WORK INSTRUCTIONS: Identify, in the records below, every line where the string "yieldsim" appears, and copy each such line.

Dataset entries:
=== Section Start ===

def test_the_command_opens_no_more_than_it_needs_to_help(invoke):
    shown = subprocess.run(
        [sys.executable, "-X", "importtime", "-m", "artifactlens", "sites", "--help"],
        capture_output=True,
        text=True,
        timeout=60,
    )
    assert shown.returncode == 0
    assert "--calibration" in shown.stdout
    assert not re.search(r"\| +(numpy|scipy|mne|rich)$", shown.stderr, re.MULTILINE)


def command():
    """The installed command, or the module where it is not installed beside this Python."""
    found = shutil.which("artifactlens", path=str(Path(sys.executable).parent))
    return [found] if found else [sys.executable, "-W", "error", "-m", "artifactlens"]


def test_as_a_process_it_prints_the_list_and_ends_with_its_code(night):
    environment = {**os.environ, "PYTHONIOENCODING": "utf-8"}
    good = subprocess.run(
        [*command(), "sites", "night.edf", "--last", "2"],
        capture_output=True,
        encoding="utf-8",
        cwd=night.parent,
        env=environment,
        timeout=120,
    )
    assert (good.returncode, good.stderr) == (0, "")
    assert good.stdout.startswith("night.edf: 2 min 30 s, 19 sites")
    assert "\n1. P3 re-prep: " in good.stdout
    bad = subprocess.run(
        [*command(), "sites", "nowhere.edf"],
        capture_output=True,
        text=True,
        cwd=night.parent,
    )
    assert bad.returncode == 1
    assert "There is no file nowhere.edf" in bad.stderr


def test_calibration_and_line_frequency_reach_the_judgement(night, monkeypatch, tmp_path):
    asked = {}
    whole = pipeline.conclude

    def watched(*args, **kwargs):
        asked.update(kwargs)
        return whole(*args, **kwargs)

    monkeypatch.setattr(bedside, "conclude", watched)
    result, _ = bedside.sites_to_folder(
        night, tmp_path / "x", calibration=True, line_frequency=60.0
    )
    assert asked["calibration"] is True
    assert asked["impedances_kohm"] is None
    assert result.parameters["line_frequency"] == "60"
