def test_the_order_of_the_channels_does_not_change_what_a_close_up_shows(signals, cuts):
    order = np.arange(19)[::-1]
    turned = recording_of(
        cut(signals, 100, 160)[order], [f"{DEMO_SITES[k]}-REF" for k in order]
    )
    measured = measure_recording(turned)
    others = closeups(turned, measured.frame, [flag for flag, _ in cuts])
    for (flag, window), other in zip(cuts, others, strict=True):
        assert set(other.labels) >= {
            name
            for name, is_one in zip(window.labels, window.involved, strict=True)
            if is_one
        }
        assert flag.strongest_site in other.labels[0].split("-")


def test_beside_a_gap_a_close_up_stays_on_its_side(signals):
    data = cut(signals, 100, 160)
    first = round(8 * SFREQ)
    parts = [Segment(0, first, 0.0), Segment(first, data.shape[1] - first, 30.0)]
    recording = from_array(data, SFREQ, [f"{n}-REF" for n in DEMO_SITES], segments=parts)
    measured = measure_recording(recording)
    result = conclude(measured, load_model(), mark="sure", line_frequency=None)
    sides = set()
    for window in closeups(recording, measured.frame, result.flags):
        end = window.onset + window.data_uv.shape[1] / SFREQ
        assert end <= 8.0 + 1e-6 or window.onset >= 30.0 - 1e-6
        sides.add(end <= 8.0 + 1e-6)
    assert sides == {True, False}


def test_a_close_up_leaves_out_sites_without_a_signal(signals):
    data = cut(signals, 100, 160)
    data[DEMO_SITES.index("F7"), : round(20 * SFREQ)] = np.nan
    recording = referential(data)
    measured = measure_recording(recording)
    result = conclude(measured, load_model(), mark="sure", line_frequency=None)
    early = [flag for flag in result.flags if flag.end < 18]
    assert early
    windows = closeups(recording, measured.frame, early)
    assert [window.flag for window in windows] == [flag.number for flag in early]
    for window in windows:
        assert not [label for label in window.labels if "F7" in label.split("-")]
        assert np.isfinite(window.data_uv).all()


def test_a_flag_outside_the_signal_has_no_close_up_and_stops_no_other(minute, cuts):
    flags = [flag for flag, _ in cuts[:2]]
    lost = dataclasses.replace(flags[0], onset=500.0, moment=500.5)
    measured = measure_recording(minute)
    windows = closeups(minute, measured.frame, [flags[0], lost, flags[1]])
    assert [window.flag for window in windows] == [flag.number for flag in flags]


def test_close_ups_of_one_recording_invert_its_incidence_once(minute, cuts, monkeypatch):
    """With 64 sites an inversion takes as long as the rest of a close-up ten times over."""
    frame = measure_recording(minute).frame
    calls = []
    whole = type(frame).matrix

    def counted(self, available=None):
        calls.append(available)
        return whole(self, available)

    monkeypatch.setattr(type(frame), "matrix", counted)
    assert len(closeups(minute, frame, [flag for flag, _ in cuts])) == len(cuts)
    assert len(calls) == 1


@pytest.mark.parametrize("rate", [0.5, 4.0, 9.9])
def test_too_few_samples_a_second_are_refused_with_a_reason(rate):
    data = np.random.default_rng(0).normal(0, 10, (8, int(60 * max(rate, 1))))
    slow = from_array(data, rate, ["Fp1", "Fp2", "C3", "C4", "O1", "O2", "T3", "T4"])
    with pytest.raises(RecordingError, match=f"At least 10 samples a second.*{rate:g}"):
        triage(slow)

=== Section End ===
=== Section Start ===

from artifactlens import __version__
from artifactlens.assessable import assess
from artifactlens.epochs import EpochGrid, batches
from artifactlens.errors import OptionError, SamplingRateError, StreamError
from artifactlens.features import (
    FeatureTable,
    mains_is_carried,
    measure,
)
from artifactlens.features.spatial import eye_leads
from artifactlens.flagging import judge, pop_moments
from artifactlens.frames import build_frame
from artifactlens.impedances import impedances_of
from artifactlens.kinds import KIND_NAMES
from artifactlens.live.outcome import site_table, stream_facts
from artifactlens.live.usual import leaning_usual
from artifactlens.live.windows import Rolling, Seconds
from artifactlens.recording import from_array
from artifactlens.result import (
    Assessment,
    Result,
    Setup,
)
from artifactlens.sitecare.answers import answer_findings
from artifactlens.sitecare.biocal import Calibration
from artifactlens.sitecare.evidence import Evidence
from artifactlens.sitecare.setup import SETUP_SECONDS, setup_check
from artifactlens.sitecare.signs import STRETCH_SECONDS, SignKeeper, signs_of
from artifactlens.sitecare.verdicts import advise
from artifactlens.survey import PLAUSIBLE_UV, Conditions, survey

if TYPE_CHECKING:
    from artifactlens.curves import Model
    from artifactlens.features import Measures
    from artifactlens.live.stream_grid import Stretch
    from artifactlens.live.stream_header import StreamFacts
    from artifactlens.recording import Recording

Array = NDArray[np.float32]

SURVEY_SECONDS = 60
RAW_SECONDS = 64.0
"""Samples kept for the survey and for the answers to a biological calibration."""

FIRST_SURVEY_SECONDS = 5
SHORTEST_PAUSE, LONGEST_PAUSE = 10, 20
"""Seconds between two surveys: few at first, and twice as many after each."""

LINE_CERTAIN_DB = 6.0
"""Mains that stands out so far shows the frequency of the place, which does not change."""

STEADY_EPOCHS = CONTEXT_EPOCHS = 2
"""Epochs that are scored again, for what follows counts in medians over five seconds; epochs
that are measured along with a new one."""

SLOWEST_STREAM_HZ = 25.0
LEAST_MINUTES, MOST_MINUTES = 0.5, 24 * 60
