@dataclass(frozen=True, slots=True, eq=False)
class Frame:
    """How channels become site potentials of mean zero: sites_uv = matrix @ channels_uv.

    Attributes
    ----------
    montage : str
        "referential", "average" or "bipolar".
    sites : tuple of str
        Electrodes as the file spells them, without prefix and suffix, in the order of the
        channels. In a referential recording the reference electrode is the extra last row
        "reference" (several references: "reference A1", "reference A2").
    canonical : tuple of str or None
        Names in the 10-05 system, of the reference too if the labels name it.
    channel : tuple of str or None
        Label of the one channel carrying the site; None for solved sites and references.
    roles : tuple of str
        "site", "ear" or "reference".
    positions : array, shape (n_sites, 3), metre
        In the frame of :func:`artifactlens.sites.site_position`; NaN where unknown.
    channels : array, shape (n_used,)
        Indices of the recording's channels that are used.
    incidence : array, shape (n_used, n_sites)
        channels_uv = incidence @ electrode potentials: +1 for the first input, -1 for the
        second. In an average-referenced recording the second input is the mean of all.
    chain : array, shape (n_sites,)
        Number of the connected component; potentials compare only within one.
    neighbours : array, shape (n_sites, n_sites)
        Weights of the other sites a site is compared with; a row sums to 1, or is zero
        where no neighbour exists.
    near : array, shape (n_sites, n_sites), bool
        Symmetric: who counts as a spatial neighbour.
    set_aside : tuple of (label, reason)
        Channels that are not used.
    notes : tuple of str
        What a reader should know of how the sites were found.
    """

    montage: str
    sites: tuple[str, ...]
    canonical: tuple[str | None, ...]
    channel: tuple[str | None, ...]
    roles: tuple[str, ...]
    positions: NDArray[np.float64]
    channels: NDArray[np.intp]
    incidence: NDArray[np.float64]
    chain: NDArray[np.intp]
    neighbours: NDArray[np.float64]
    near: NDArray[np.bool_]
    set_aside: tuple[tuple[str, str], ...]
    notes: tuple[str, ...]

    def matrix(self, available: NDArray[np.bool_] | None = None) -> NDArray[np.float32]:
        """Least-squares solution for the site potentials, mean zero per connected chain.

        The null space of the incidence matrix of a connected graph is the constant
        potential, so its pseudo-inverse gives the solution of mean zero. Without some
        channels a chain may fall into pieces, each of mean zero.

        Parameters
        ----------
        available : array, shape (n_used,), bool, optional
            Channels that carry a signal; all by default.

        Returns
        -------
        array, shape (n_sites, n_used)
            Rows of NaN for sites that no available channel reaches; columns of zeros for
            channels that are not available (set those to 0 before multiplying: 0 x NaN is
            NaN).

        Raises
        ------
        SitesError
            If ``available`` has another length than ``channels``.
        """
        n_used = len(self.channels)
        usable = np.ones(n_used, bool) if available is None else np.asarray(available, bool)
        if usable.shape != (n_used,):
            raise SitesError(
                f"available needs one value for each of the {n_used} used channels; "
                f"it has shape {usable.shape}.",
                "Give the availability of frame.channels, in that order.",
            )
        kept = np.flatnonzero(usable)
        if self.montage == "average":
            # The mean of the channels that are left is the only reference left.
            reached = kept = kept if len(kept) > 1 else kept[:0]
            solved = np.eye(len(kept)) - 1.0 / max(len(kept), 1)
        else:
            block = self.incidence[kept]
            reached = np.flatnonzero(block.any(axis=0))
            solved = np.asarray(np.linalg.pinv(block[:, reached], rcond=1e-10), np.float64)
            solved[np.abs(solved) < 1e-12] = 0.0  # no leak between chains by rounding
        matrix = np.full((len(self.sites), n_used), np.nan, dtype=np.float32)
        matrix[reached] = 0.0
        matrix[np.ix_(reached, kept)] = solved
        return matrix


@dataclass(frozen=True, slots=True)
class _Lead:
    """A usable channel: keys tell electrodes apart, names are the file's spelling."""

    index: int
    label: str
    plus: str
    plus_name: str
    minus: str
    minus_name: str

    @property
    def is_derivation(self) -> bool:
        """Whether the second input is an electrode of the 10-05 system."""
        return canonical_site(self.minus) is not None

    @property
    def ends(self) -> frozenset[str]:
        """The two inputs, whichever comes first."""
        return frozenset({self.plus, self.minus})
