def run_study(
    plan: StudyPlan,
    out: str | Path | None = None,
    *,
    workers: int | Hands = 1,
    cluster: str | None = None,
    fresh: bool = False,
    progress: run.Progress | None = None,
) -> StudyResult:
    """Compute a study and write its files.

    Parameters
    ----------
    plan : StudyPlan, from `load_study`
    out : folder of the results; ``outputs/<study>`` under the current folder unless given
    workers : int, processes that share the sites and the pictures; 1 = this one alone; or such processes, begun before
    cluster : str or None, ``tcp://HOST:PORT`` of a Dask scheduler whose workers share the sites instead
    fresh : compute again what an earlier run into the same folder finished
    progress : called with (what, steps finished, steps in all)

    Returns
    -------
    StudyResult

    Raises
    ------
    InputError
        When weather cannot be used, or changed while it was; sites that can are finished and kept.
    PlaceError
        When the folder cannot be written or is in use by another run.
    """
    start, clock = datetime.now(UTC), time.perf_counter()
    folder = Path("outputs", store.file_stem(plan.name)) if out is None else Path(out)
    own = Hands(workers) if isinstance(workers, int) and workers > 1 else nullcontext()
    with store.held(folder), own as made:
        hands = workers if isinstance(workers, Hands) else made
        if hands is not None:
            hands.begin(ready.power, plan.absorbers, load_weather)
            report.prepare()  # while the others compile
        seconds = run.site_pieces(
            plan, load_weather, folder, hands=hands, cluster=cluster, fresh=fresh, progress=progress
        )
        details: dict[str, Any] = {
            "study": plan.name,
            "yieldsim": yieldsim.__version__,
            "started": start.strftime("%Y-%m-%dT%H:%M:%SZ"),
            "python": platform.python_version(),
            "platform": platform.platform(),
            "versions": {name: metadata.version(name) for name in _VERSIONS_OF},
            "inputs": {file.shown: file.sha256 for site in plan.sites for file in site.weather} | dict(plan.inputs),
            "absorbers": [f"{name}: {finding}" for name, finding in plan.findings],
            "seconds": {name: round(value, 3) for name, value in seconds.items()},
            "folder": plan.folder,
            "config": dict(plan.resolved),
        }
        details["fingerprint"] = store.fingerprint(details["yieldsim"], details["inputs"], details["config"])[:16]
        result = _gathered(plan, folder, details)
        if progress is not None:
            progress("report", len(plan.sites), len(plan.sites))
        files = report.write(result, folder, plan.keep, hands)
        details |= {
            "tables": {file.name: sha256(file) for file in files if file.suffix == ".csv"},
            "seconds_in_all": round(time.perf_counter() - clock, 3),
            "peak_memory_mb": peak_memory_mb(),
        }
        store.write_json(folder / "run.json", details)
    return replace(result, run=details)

=== Section End ===

YOUR RESPONSE:
            "yieldsim": yieldsim.__version__,
        details["fingerprint"] = store.fingerprint(details["yieldsim"], details["inputs"], details["config"])[:16]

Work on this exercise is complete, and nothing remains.